I would really think about if you want to bring your dog.


----------



## TexasAggie00

Good information.

So do you think they didnt feed her? Or was she missing her mom and dad?

How about condition overall? Any sores or cuts or signs of abuse/neglect?

I hear if the dog comes in to Qingdao via Seoul from the US, there is no quarantine.


----------



## DWCady

Not sure. My wife is trying to find out any information. Of course, none will be available. We found no cuts or sores, so we really don't know anything.

I would try the Seoul route if there is no quarantine. I feel if you can have no quarantine or a very short one is the best. One month is just too long.


----------



## natesiy

The 1 month quarantine is standard for importing pets into China. TIC (This is China)

But since this is China, if you had used an agency with guanxi, the can usually get your pet out of quarantine and into the "home quarantine" system. 

I paid 10k rmb to get it done and i'm sure 2 - 3k went to the customs agent as a bribe and the agency pockets the rest.
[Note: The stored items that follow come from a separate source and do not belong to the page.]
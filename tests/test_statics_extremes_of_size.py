"""Does the solver stay exact where numbers are extreme: hairs' breadths, soft and hard springs, hundreds of spans?

Expected values are closed forms, named beside each. Only numpy is needed, so this runs in Pyodide as well.
"""

import numpy as np
import pytest

from pysolver.beam import Beam, Stretch, Support
from pysolver.loads import LineLoad, PointLoad
from pysolver.statics import extremes, solve, value


def beam_of(length=6.0, supports=((0.0, "pinned"), (6.0, "bearing")), hinges=(), stretches=None) -> Beam:
    return Beam(length=length, hinges=hinges, supports=tuple(Support(x=x, kind=kind) for x, kind in supports),
                stretches=(Stretch(start=0.0, end=length, bending_stiffness=1e7),) if stretches is None else stretches)


def stiff(ei: float, start: float = 0.0, end: float = 6.0) -> Stretch:
    return Stretch(start=start, end=end, bending_stiffness=ei)


@pytest.mark.parametrize("gap", [0.0, 1e-12, 1e-9, 1e-6, 1e-3])
def test_a_load_a_hair_beside_a_support_goes_into_that_support(gap):
    response = solve(beam_of(length=9.0, supports=((0.0, "pinned"), (3.0, "pinned"), (9.0, "pinned"))),
                     [PointLoad(x=3.0 + gap, force=1e6)])
    assert response.reactions[1] == pytest.approx(1e6, rel=2.0 * gap + 1e-9)
    assert max(abs(e.value) for e in extremes(response, "moment")) <= 1.1e6 * gap + 1e-3


@pytest.mark.parametrize("stiffness", [1e-3, 1.0, 1e3, 1e6, 1e9, 1e12, 1e15])
def test_springs_of_any_stiffness_lie_between_no_support_and_a_pin(stiffness):
    """Force method: R = (5wL^4/384EI) / (1/k + L^3/48EI)."""
    w, length, ei = 1e4, 8.0, 1e7
    beam = Beam(length=length, stretches=(stiff(ei, 0.0, length),),
                supports=(Support(x=0.0, kind="pinned"), Support(x=4.0, kind="spring", stiffness=stiffness),
                          Support(x=length, kind="pinned")))
    response = solve(beam, [LineLoad(start=0.0, end=length, start_intensity=w, end_intensity=w)])
    expected = 5 * w * length**4 / 384 / ei / (1 / stiffness + length**3 / 48 / ei)
    assert response.reactions[1] == pytest.approx(expected, rel=1e-7, abs=1e-12 * w * length)
    assert value(response, "moment", 4.0) == pytest.approx(w * length**2 / 8 - expected * length / 4, rel=1e-6)


@pytest.mark.parametrize("spans", [50, 200])
def test_very_many_equal_spans_hog_alike_in_the_middle(spans):
    """Far from the ends every span is fixed by its neighbours: M = -wL^2/12, by symmetry."""
    length, w = 5.0, 1e4
    beam = Beam(length=spans * length, stretches=(stiff(1e7, 0.0, spans * length),),
                supports=tuple(Support(x=i * length, kind="bearing") for i in range(spans + 1)))
    response = solve(beam, [LineLoad(start=0.0, end=beam.length, start_intensity=w, end_intensity=w)])
    assert value(response, "moment", spans // 2 * length) == pytest.approx(-w * length**2 / 12, rel=1e-9)
    assert response.reactions[0] == pytest.approx(w * length * (0.5 - (3 - np.sqrt(3)) / 12), rel=1e-9)


@pytest.mark.parametrize("spans", [2, 7])
def test_a_hinge_over_every_middle_support_leaves_simple_beams(spans):
    """M = wL^2/8 in each, reactions wL/2, wL, ..., wL/2 (statics)."""
    length, w = 4.0, 1e4
    beam = beam_of(length=spans * length, supports=tuple((i * length, "bearing") for i in range(spans + 1)),
                   hinges=tuple(i * length for i in range(1, spans)))
    response = solve(beam, [LineLoad(start=0.0, end=beam.length, start_intensity=w, end_intensity=w)])
    assert response.reactions == pytest.approx([w * length / 2, *[w * length] * (spans - 1), w * length / 2], rel=1e-9)
    assert extremes(response, "moment")[0].value == pytest.approx(w * length**2 / 8, rel=1e-9)
    assert abs(extremes(response, "moment")[1].value) <= 1e-8 * w * length**2


@pytest.mark.parametrize("width", [0.002, 0.01, 0.1])
@pytest.mark.parametrize("at", [0.5, 2.995, 5.0])
def test_a_short_stretch_of_another_section_leaves_a_simple_beam_determinate(width, at):
    """M = wL^2/8, R = wL/2 whatever EI is (statics)."""
    w, length = 1e4, 6.0
    stretches = (stiff(1e7, 0.0, at), stiff(3e6, at, at + width), stiff(1e7, at + width, length))
    response = solve(beam_of(length=length, stretches=stretches),
                     [LineLoad(start=0.0, end=length, start_intensity=w, end_intensity=w)])
    assert response.reactions == pytest.approx([w * length / 2] * 2, rel=1e-6)
    assert value(response, "moment", 3.0) == pytest.approx(w * length**2 / 8, rel=1e-6)


@pytest.mark.parametrize("span", [0.001, 0.01, 0.1])
def test_a_very_short_span_between_long_ones_holds_the_beam_almost_fixed(span):
    """Three-moment equation, symmetric: MB·(2(L + s) + s) = -wL^3/4 - ws^3/4."""
    w, length = 1e4, 5.0
    places = (0.0, length, length + span, 2 * length + span)
    response = solve(beam_of(length=places[-1], supports=tuple((x, "pinned") for x in places)),
                     [LineLoad(start=0.0, end=places[-1], start_intensity=w, end_intensity=w)])
    expected = -w * (length**3 + span**3) / 4 / (2 * length + 3 * span)
    assert value(response, "moment", length) == pytest.approx(expected, rel=1e-6)
    assert value(response, "moment", length + span) == pytest.approx(expected, rel=1e-6)
    assert response.reactions[0] == pytest.approx(w * length / 2 + expected / length, rel=1e-6)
TIC!


----------



## ColinF

In Beijing the best people to consult on the quarantine regulation is the International Center for Veterinary Services (ICVS). International Center for Veterinary Services ???????????


----------



## bouma

Hello, 

I might be late with this info- but perhaps it will help anyone in the future who plans on taking their pets to China. 

I took my cat by myself and skipped quarantine by landing through a non-quarantine zone city (In this case Weihai). I've posted this on another forum previously- 

On August 22ns 2013, I landed in China, by myself with my cat and we completely skipped over quarantine- she was allowed to do it at home.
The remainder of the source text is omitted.